Armstrong’s control of the race was absolute and for a diminishing few in the press tent this was disturbing. For others their sense of admiration made any suspicions or questions a trespass. Some of those who knew the most about what we were seeing said the least.
In my mind the pro-Lance masses were cheerleading a great sport all the way to the hospice.
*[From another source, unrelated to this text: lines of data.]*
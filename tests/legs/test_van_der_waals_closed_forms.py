"""Leg kinds with a van der Waals fluid of constant c_v, against closed forms written beside them.

p = R T/(v - b) - a/v^2; u = c_v T - a/v; s = c_v ln T + R ln(v - b) (common textbook results, for example
Koretsky, 2nd ed., chapter 5). Constants: the equation's own a = 27 R^2 T_c^2/(64 p_c), b = R T_c/(8 p_c).
"""

from math import log

import pytest
from scipy.integrate import quad
from scipy.optimize import brentq
from solving import R, failed_checks, solve, write_card

T_C, P_C = 300.0, 4.8e6
A = 27.0 * (R * T_C) ** 2 / (64.0 * P_C)
B = R * T_C / (8.0 * P_C)
CV = 3.0 * R
T1, V1 = 450.0, 4.0e-4


def p(T, v):
    return R * T / (v - B) - A / v**2


def u(T, v):
    return CV * T - A / v


def h(T, v):
    return u(T, v) + p(T, v) * v


def s(T, v):
    return CV * log(T) + R * log(v - B)


def T_of_s(entropy, v):
    from math import exp

    return exp((entropy - R * log(v - B)) / CV)


@pytest.fixture
def run(tmp_path):
    """Function that solves one leg: end (T, v), leg row and molar mass."""
    card = write_card(tmp_path, M=0.03, T_c=T_C, p_c=P_C, cp_over_R="[4.0]")

    def solved(leg, boundary="closed"):
        solution = solve(
            f"{card}, equation: van-der-waals",
            f"T: {T1} K, v: {V1} m3/mol",
            f"name: a, {leg}",
            boundary=boundary,
            root=tmp_path,
        )
        assert failed_checks(solution) == []
        return solution

    return solved


def check(solution, T, v, work, generated=0.0):
    """End state, closed-form differences, and the exchange that goes with ``work`` (J/mol)."""
    end, leg, M = solution.states["a"], solution.legs["a"], solution.path.model.M
    scale = R * T1
    assert end["T"] == pytest.approx(T, rel=1e-10)
    assert end.v * M == pytest.approx(v, rel=1e-10)
    assert end.p == pytest.approx(p(T, v), rel=1e-9)
    assert leg.delta.u * M == pytest.approx(u(T, v) - u(T1, V1), rel=1e-10, abs=1e-10 * scale)
    assert leg.delta.h * M == pytest.approx(h(T, v) - h(T1, V1), rel=1e-10, abs=1e-10 * scale)
    assert leg.delta.s * M == pytest.approx(s(T, v) - s(T1, V1), rel=1e-10, abs=1e-10 * R)
    energy = h if solution.path.setting.flow else u
    heat = energy(T, v) - energy(T1, V1) - work
    assert leg.work * M == pytest.approx(work, rel=1e-10, abs=1e-10 * scale)
    assert leg.heat * M == pytest.approx(heat, rel=1e-10, abs=1e-10 * scale)
    assert leg.entropy_generated * M == pytest.approx(generated, rel=1e-9, abs=1e-10 * R)


@pytest.mark.parametrize("ratio", [0.5, 3.0, 50.0])
def test_isothermal_closed(run, ratio):
    """w = -R T ln((v2-b)/(v1-b)) - a (1/v2 - 1/v1)."""
    v = ratio * V1
    work = -R * T1 * log((v - B) / (V1 - B)) - A * (1.0 / v - 1.0 / V1)
    check(run(f"path: isothermal, to: {{v: {{ratio: {ratio}}}}}"), T1, v, work)


@pytest.mark.parametrize("ratio", [0.5, 3.0])
def test_isothermal_flow(run, ratio):
    """The integral of v dp: d(pv) less the integral of p dv."""
    v = ratio * V1
    closed = -R * T1 * log((v - B) / (V1 - B)) - A * (1.0 / v - 1.0 / V1)
    work = closed + p(T1, v) * v - p(T1, V1) * V1
    check(run(f"path: isothermal, to: {{v: {{ratio: {ratio}}}}}", "flow"), T1, v, work)


@pytest.mark.parametrize("boundary", ["flow", "closed"])
@pytest.mark.parametrize("ratio", [0.6, 2.5])
def test_isobaric(run, boundary, ratio):
    """T2 = (p + a/v2^2)(v2 - b)/R; w = -p (v2 - v1), 0 in flow."""
    v, p1 = ratio * V1, p(T1, V1)
    T = (p1 + A / v**2) * (v - B) / R
    work = 0.0 if boundary == "flow" else -p1 * (v - V1)
    check(run(f"path: isobaric, to: {{v: {{ratio: {ratio}}}}}", boundary), T, v, work)


@pytest.mark.parametrize("boundary", ["flow", "closed"])
@pytest.mark.parametrize("T", [380.0, 700.0])
def test_isochoric(run, boundary, T):
    """q = c_v dT; shaft work in flow v (p2 - p1)."""
    work = V1 * (p(T, V1) - p(T1, V1)) if boundary == "flow" else 0.0
    check(run(f"path: isochoric, to: {{T: {T} K}}", boundary), T, V1, work)


@pytest.mark.parametrize("boundary", ["flow", "closed"])
@pytest.mark.parametrize("ratio", [0.5, 4.0])
def test_reversible_adiabatic(run, boundary, ratio):
    """T (v - b)^(R/cv) stays."""
    v = ratio * V1
    T = T1 * ((V1 - B) / (v - B)) ** (R / CV)
    energy = h if boundary == "flow" else u
    work = energy(T, v) - energy(T1, V1)
    check(run(f"path: adiabatic, to: {{v: {{ratio: {ratio}}}}}", boundary), T, v, work)


@pytest.mark.parametrize("efficiency", [0.6, 0.85])
@pytest.mark.parametrize("ratio", [0.4, 3.0])
def test_adiabatic_flow_with_efficiency(run, efficiency, ratio):
    """End at the ideal leg's pressure, found here from the closed forms by bisection."""
    v_ideal = V1 * (0.45 if ratio > 1.0 else 2.0)
    T_ideal = T_of_s(s(T1, V1), v_ideal)
    p2 = p(T_ideal, v_ideal)
    ideal = h(T_ideal, v_ideal) - h(T1, V1)
    work = ideal / efficiency if ideal > 0.0 else ideal * efficiency

    def miss(v):
        T = (p2 + A / v**2) * (v - B) / R
        return h(T, v) - h(T1, V1) - work

    v = brentq(miss, 0.9 * v_ideal, 2.0 * v_ideal, xtol=1e-18, rtol=1e-14)
    T = (p2 + A / v**2) * (v - B) / R
    solution = run(f"path: adiabatic, to: {{p: {p2!r} Pa}}, efficiency: {efficiency}", "flow")
    check(solution, T, v, work, generated=s(T, v) - s(T1, V1))


def test_throttling(run):
    """h stays; the outlet is found here from the closed forms by bisection."""
    p2 = 0.2 * p(T1, V1)

    def T_at(v):
        return (p2 + A / v**2) * (v - B) / R

    v = brentq(lambda v: h(T_at(v), v) - h(T1, V1), 3.0 * V1, 8.0 * V1, xtol=1e-18, rtol=1e-14)
    T = T_at(v)
    assert T < T1 - 10.0
    solution = run(f"path: throttling, to: {{p: {p2!r} Pa}}", "flow")
    check(solution, T, v, 0.0, generated=s(T, v) - s(T1, V1))


@pytest.mark.parametrize("ratio", [2.0, 30.0])
def test_free_expansion(run, ratio):
    """T2 - T1 = -(a/cv)(1/v1 - 1/v2)."""
    v = ratio * V1
    T = T1 - A / CV * (1.0 / V1 - 1.0 / v)
    solution = run(f"path: free-expansion, to: {{v: {{ratio: {ratio}}}}}")
    check(solution, T, v, 0.0, generated=s(T, v) - s(T1, V1))


@pytest.mark.parametrize("boundary", ["flow", "closed"])
@pytest.mark.parametrize("n", [0.6, 1.0, 1.3, 2.2])
def test_polytropic(run, boundary, n):
    """w = (p2 v2 - p1 v1)/(n - 1), or -p1 v1 ln(v2/v1) at n = 1; n times that in flow."""
    v, p1 = 1.7 * V1, p(T1, V1)
    p2 = p1 * (V1 / v) ** n
    T = (p2 + A / v**2) * (v - B) / R
    work = -p1 * V1 * log(v / V1) if n == 1.0 else (p2 * v - p1 * V1) / (n - 1.0)
    work *= n if boundary == "flow" else 1.0
    check(run(f"path: polytropic, exponent: {n}, to: {{v: {{ratio: 1.7}}}}", boundary), T, v, work)


@pytest.mark.parametrize("against", [0.0005, 0.5])
def test_isothermal_against_a_pressure(run, against):
    """w = -p_ext (v2 - v1), q = du - w."""
    v, outer = 3.0 * V1, against * p(T1, 3.0 * V1)
    work = -outer * (v - V1)
    heat = u(T1, v) - u(T1, V1) - work
    solution = run(f"path: isothermal, to: {{v: {{ratio: 3}}}}, against: {outer!r} Pa")
    check(solution, T1, v, work, generated=s(T1, v) - s(T1, V1) - heat / T1)


def test_adiabatic_against_a_pressure(run):
    """c_v (T2 - T1) = a (1/v2 - 1/v1) - p_ext (v2 - v1)."""
    v, outer = 3.0 * V1, 0.3 * p(T1, V1)
    T = T1 + (A * (1.0 / v - 1.0 / V1) - outer * (v - V1)) / CV
    solution = run(f"path: adiabatic, to: {{v: {{ratio: 3}}}}, against: {outer!r} Pa")
    check(solution, T, v, -outer * (v - V1), generated=s(T, v) - s(T1, V1))


def test_workless_with_drop(run):
    """q = dh, p linear in h; entropy generated ds less the integral of dh/T, here by scipy's quadrature."""
    T2, p2 = 520.0, 0.9 * p(T1, V1)
    v2 = brentq(lambda v: p(T2, v) - p2, V1, 3.0 * V1, xtol=1e-18, rtol=1e-14)
    h1, h2 = h(T1, V1), h(T2, v2)

    def one_over_T(fraction):
        pressure, enthalpy = p(T1, V1) * (1.0 - 0.1 * fraction), h1 + fraction * (h2 - h1)

        def T_at(v):
            return (pressure + A / v**2) * (v - B) / R

        v = brentq(lambda v: h(T_at(v), v) - enthalpy, 0.8 * V1, 2.0 * V1, xtol=1e-18, rtol=1e-14)
        return (h2 - h1) / T_at(v)

    with_heat, _ = quad(one_over_T, 0.0, 1.0, epsabs=1e-9, epsrel=1e-9)
    generated = s(T2, v2) - s(T1, V1) - with_heat
    assert generated > 0.5
    solution = run(f"path: workless, to: {{T: {T2} K, p: {p2!r} Pa}}", "flow")
    check(solution, T2, v2, 0.0, generated=generated)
Close to Paris, Jean-Marie Leblanc, God bless his commercial soul, declared that the Tour ‘has been saved’.
On the day that the race entered the Avenue des Champs-Élysées, the headline on the story I wrote for the Sunday Times said, FLAWED FAIRYTALE. I was proud of that because, written back in London, it offered support that was hard to find on the race.
‘This has been no renaissance Tour,’ I wrote in the second paragraph of that Sunday Times story, ‘rather a retreat into the old ways of the peloton where doping is their business, not ours. Where the law of silence supersedes all others.’
For the piece I had spoken to Dr Armand Mégret, head of the French cycling federation’s medical commission, and asked if he believed the Tour was racing at ‘deux vitesses’. ‘If by this expression you mean there are clean riders and others who are not clean, then the answer is yes, this is cycling at two speeds. Doping has not been eradicated.’
In Gilles Delion I saw another Kimmage, an older Bassons. A 32-year-old veteran at the time, his innocence was taken a long time before but he had once been a young, talented and ambitious rider. In his first Tour he finished 15th, 21 places higher than Armstrong’s best in his first four, but Delion wouldn’t dope and his career meandered downhill.
He was asked about the Tour of Renewal: ‘That makes me laugh. The renewal affects just one part of the peloton,’ he said. Writing about Delion, Kimmage or Bassons, I felt a lot better about my job as a sportswriter.
As for readers of the Sunday Times, I hoped they would think a little before loving this new hero. ‘For too long sportswriting has been unrestrained cheerleading, suspending legitimate doubts and settling for stories of sporting heroism. Of course there are times when it is right to celebrate, but there are other occasions when it is equally correct to keep your hands by your sides.’
That afternoon on the Champs-Élysées, I had no desire to applaud the winner of the Tour de France.